# Merc 20 2 stroke FIXED!!!!!!!



## Bowhunter1661 (Mar 17, 2016)

I could really use some help on this one! My motor started to run rough today and wouldn't start at times. Got it home, pulled the plugs and the bottom plug had milky oil on the plug. Both cylinders have 125 psi compression.

Pulled the jug cover, no possible way water could have come from there.. The eater only goes around the outside of the jugs. 

Pulled the exhaust cover and only the bottom cylinder had water in it. Could my whole issue be a failed exhaust cover gasket? I am not sure if water could get in from any other areas...


----------



## wmk0002 (Mar 18, 2016)

Water pretty much can only enter in through the head gasket or exhaust cover. I would imagine since you have good compression the head gasket is not the culprit. The exhaust covers often leak because 1) the baffle plate which separates the cooling water from the exhaust gasses has a gasket on both sides of it doubling the places to leak and 2) exhaust covers are easily warped. 

I think I would first torque down all of the exhaust cover fasteners to factory specs, working from the inside of the fastener pattern out. I'm guessing those are 1/4" fasteners so if you don't have torque values then something like 70 in-lb would probably be reasonable. Lake test it and if problem persists remove the exhaust covers and check the gaskets. If they look good you need to check to see if the outer or inner covers are warped. If all of that checks out then you may need to pull the head and check the head gasket.


----------



## perchjerker (Mar 18, 2016)

has this motor ever overheated?


----------



## Bowhunter1661 (Mar 18, 2016)

To my knowledge it has never been overheated. I just replaced the water pump and all looked good as it was. Also rebuilt the carb. 

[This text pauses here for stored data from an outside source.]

//! Statistics read from a binned histogram (`bins`): only the count of each bin is known, so
//! each is read under a stated assumption about where the observations lie inside a bin.
//!
//! - Quantiles assume the observations of a bin are spread evenly across it, so the cumulative
//!   distribution rises linearly across each bin. With cumulative counts C₀ = 0,
//!   Cᵢ = c₁ + … + cᵢ and N the total count (the overflow included), the p-quantile sits at
//!   position r = p·N: in the first bin i with cᵢ > 0 and Cᵢ ≥ r, at
//!   eᵢ₋₁ + (r − Cᵢ₋₁)/cᵢ · (eᵢ − eᵢ₋₁). For p > 0 that is the smallest value at which the
//!   interpolated distribution function reaches p; for p = 0 it is the lower edge of the first
//!   bin that holds observations. Where r > C_k the quantile lies in the overflow, above the
//!   last edge at an unknown value, and is reported as the last edge (a lower bound). The
//!   position p·N (not (N − 1)p as for raw data) is the grouped-data convention, the rank that
//!   Prometheus's `histogram_quantile` also uses (from memory).
//! - The mean puts every observation at the midpoint of its bin (Sheppard's grouping error
//!   remains); overflow observations have no value, so a mean of bins with overflow is refused.
//! - The exceedance of a threshold t counts the share of each bin above t under the same even
//!   spread: all of a bin whose lower edge is t or more, none of one whose upper edge is t or
//!   less, (eᵢ − t)/(eᵢ − eᵢ₋₁) of the bin that holds t; the overflow always counts as above.
//!
//! Weights over the cells take the place of the counts on a resample, so every formula holds
//! for `iid` (multinomial counts), Bayesian (Dirichlet) weights and the jackknife alike.

use super::{jackknife_means, weighted_mean, weighted_plugin_variance, Scratch};
use crate::engine::data::BinLayout;

/// What reading a statistic from bins assumed that the caller should know; the driver words it
/// as a warning.
#[derive(Debug, Clone, Copy, PartialEq)]
pub enum Note {
    /// The quantile at `p` lies above the last edge in the data (`in_data`), or a resample can
    /// put it there; it is reported as `last_edge`.
    QuantileInOverflow { p: f64, last_edge: f64, in_data: bool },
    /// The mean counts each observation at its bin's midpoint.
    GroupedMean,
}

/// A resample can put a quantile in the overflow when the overflow's resampled count can reach
/// the (1 − p)·N observations above the quantile: when its mean plus this many binomial
/// standard deviations does (beyond that the chance is below about 3e-5 per resample).
pub const OVERFLOW_REACH_SD: f64 = 4.0;

/// A statistic of a binned histogram, evaluated on weights over its cells.
pub trait BinStatistic: Send + Sync {
    /// See [`super::ColumnStatistic::evaluate`].
    fn evaluate(&self, b: &BinLayout, w: &[f64], scratch: &mut Scratch) -> f64;

    /// See [`super::ColumnStatistic::jackknife_closed`].
    fn jackknife_closed(&self, _b: &BinLayout) -> Option<Vec<f64>> {
        None
    }

    /// True when [`BinStatistic::jackknife_closed`] gives the jackknife (for the work estimate).
    fn closed_jackknife(&self) -> bool {
        false
    }

    /// See [`super::ColumnStatistic::analytic_se`].
    fn analytic_se(&self, _b: &BinLayout, _w: &[f64]) -> Option<f64> {
        None
    }

    /// What reading the statistic from these bins assumed that the caller should know.
    fn notes(&self, _b: &BinLayout) -> Vec<Note> {
        Vec::new()
    }
}

/// The p-quantile of weighted cells (see the module's rule).
pub fn binned_quantile(b: &BinLayout, w: &[f64], p: f64) -> f64 {
    let total: f64 = w.iter().sum();
    let r = p * total;
    let mut before = 0.0;
    let cells = w.iter().zip(&b.lower).zip(&b.upper).take(b.bins());
    for ((wj, lo), hi) in cells {
        let cum = before + wj;
        if *wj > 0.0 && cum >= r {
            return lo + (r - before) / wj * (hi - lo);
        }
        before = cum;
    }
    b.last_edge
}

/// The warning for a quantile at `p` that falls in the overflow of the data, or that a resample
/// can put there.
fn overflow_note(b: &BinLayout, p: f64) -> Option<Note> {
    let overflow = *b.base.last().filter(|_| b.overflow)?;
    let n = b.total;
    let in_data = p * n > n - overflow;
    let reach = overflow + OVERFLOW_REACH_SD * (overflow * (1.0 - overflow / n)).sqrt();
    (in_data || reach > (1.0 - p) * n).then_some(Note::QuantileInOverflow {
        p,
        last_edge: b.last_edge,
        in_data,
    })
}

/// The p-quantile of bins (the median is p = 0.5).
pub struct BinQuantile {
    pub p: f64,
}

impl BinStatistic for BinQuantile {
    fn evaluate(&self, b: &BinLayout, w: &[f64], _: &mut Scratch) -> f64 {
        binned_quantile(b, w, self.p)
    }
    fn notes(&self, b: &BinLayout) -> Vec<Note> {
        overflow_note(b, self.p).into_iter().collect()
    }
}

/// The interquartile range of bins, Q(0.75) − Q(0.25).
pub struct BinIqr;

impl BinStatistic for BinIqr {
    fn evaluate(&self, b: &BinLayout, w: &[f64], _: &mut Scratch) -> f64 {
        binned_quantile(b, w, 0.75) - binned_quantile(b, w, 0.25)
    }
    fn notes(&self, b: &BinLayout) -> Vec<Note> {
        overflow_note(b, 0.75).into_iter().collect()
    }
}

/// A mean over the cells of one value per cell: each bin's midpoint (the mean), or its share
/// above a threshold (the exceedance). Its bootstrap is the mean's, with the mean's closed-form
/// jackknife and analytic standard error.
pub struct CellMean {
    value: Vec<f64>,
    grouped: bool,
}

impl CellMean {
    /// The mean at the bins' midpoints; `None` for bins with an overflow, whose values are unknown.
    pub fn midpoints(b: &BinLayout) -> Option<CellMean> {
        (!b.overflow).then(|| CellMean {
            value: b.lower.iter().zip(&b.upper).map(|(lo, hi)| lo + (hi - lo) / 2.0).collect(),
            grouped: true,
        })
    }

    /// The share of each cell strictly above `t`, the observations spread evenly in each bin.
    pub fn exceedance(b: &BinLayout, t: f64) -> CellMean {
        let share = |j: usize| {
            let (lo, hi) = (b.lower[j], b.upper[j]);
            if j >= b.bins() || t <= lo {
                1.0
            } else if t >= hi {
                0.0
            } else {
                (hi - t) / (hi - lo)
            }
        };
        CellMean {
            value: (0..b.base.len()).map(share).collect(),
            grouped: false,
        }
    }
}

impl BinStatistic for CellMean {
    fn evaluate(&self, _: &BinLayout, w: &[f64], _: &mut Scratch) -> f64 {
        weighted_mean(&self.value, w)
    }
    fn jackknife_closed(&self, b: &BinLayout) -> Option<Vec<f64>> {
        Some(jackknife_means(&self.value, &b.base))
    }
    fn closed_jackknife(&self) -> bool {
        true
    }
    /// σ̂/√n of the cell values, as for the mean of raw data: exact for the bootstrap of a mean.
    fn analytic_se(&self, _: &BinLayout, w: &[f64]) -> Option<f64> {
        let total: f64 = w.iter().sum();
        Some((weighted_plugin_variance(&self.value, w) / total).sqrt())
    }
    fn notes(&self, _: &BinLayout) -> Vec<Note> {
        self.grouped.then_some(Note::GroupedMean).into_iter().collect()
    }
}

#[cfg(test)]
mod tests {
    use super::*;
    use crate::engine::data::{Layout, Sample};

    fn layout(edges: &[f64], counts: &[u64], overflow: u64) -> BinLayout {
        match Layout::of(&Sample::bins(edges.to_vec(), counts.to_vec(), overflow).unwrap()) {
            Layout::Bins(b) => b,
            _ => unreachable!("bins lay out as bins"),
        }
    }

    #[test]
    fn quantiles_interpolate_within_a_bin_at_position_p_times_n() {
        // Edges 0, 10, 20, 50, 100; counts 4, 0, 6, 10; overflow 0; N = 20; cumulative 4, 4, 10, 20.
        // By hand: p = 0.1: r = 2, bin (0, 10], 0 + 2/4 · 10 = 5. p = 0.2: r = 4 = C₁, the upper
        // edge of the first bin, 10 (the empty bin holds nothing). p = 0.35: r = 7, bin
        // (20, 50], 20 + (7 − 4)/6 · 30 = 35. p = 0.5: r = 10 = C₃, 50. p = 0.95: r = 19, bin
        // (50, 100], 50 + 9/10 · 50 = 95. p = 0: the lower edge of the first bin, 0. p = 1: 100.
        let b = layout(&[0.0, 10.0, 20.0, 50.0, 100.0], &[4, 0, 6, 10], 0);
        for (p, want) in [
            (0.1, 5.0),
            (0.2, 10.0),
            (0.35, 35.0),
            (0.5, 50.0),
            (0.95, 95.0),
            (0.0, 0.0),
            (1.0, 100.0),
        ] {
            let got = binned_quantile(&b, &b.base, p);
            assert!((got - want).abs() < 1e-12, "p = {p}: {got} vs {want}");
        }
        // Leading empty bins: p = 0 is the lower edge of the first bin that holds observations.
        let b = layout(&[0.0, 1.0, 2.0, 3.0], &[0, 2, 2], 0);
        assert_eq!(binned_quantile(&b, &b.base, 0.0), 1.0);
    }

    #[test]
    fn a_quantile_in_the_overflow_is_the_last_edge_with_a_warning() {
        // N = 20 with 3 above the last edge: C = 17, so p = 0.85 (r = 17) is the last edge
        // itself and p = 0.9 (r = 18) is in the overflow.
        let b = layout(&[0.0, 100.0, 200.0], &[10, 7], 3);
        assert_eq!(binned_quantile(&b, &b.base, 0.85), 200.0);
        assert_eq!(binned_quantile(&b, &b.base, 0.9), 200.0);
        let notes = BinQuantile { p: 0.9 }.notes(&b);
        assert!(matches!(notes[..], [Note::QuantileInOverflow { in_data: true, .. }]));
        // At p = 0.85 the data's quantile is the last edge, and resamples can cross it.
        let notes = BinQuantile { p: 0.85 }.notes(&b);
        assert!(matches!(notes[..], [Note::QuantileInOverflow { in_data: false, .. }]));
        // The median needs 10 observations in the overflow, beyond its reach of 3 + 4·√(3·0.85) = 9.4.
        assert!(BinQuantile { p: 0.5 }.notes(&b).is_empty());
    }

    #[test]
    fn exceedance_is_exact_on_an_edge_and_linear_inside_a_bin() {
        // Counts 10, 30, 50 in (0, 100], (100, 200], (200, 400]; 10 above 400; N = 100.
        let b = layout(&[0.0, 100.0, 200.0, 400.0], &[10, 30, 50], 10);
        let share = |t: f64| CellMean::exceedance(&b, t).evaluate(&b, &b.base, &mut Scratch::default());
        // On the edge 200: 50 + 10 of 100. At 300, half the last bin: 25 + 10. At or past 400:
        // the overflow only. Below the first edge: everything.
        for (t, want) in [(200.0, 0.6), (300.0, 0.35), (400.0, 0.1), (1e6, 0.1), (-5.0, 1.0), (50.0, 0.95)] {
            assert!((share(t) - want).abs() < 1e-12, "t = {t}: {} vs {want}", share(t));
        }
    }

    #[test]
    fn the_mean_uses_midpoints_and_its_closed_jackknife_is_the_direct_one() {
        let b = layout(&[0.0, 2.0, 6.0, 10.0], &[1, 3, 2], 0);
        let m = CellMean::midpoints(&b).unwrap();
        // (1·1 + 3·4 + 2·8)/6 = 29/6.
        assert!((m.evaluate(&b, &b.base, &mut Scratch::default()) - 29.0 / 6.0).abs() < 1e-12);
        let jack = m.jackknife_closed(&b).unwrap();
        for (j, v) in jack.iter().enumerate() {
            let mut w = b.base.clone();
            w[j] -= 1.0;
            assert!((v - m.evaluate(&b, &w, &mut Scratch::default())).abs() < 1e-12);
        }
        assert!(
            CellMean::midpoints(&layout(&[0.0, 1.0], &[2], 1)).is_none(),
            "overflow has no midpoint"
        );
    }
}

After posting here I did some more research on the web. Apparently it is extremely common on these Nikasil blocks as as well as Mercosil blocks to burn up the bottom cylinder. This block does not have a bolted cylinder head so there is no way of water getting in that way. The primary cause is the exhaust plate and exhaust cooling plate gasket failing. 

The ones I pulled off fell into pieces they were so hardened. I checked the cylinder walls and piston. No damage there :lol:. I must have caught it just in time before the cylinder became washed out and lack of oil destroyed it. 

This being a Nikasil block, it cannot be bored or honed. Only replace the block and Pistons. I thank the lord I didn't ignor it....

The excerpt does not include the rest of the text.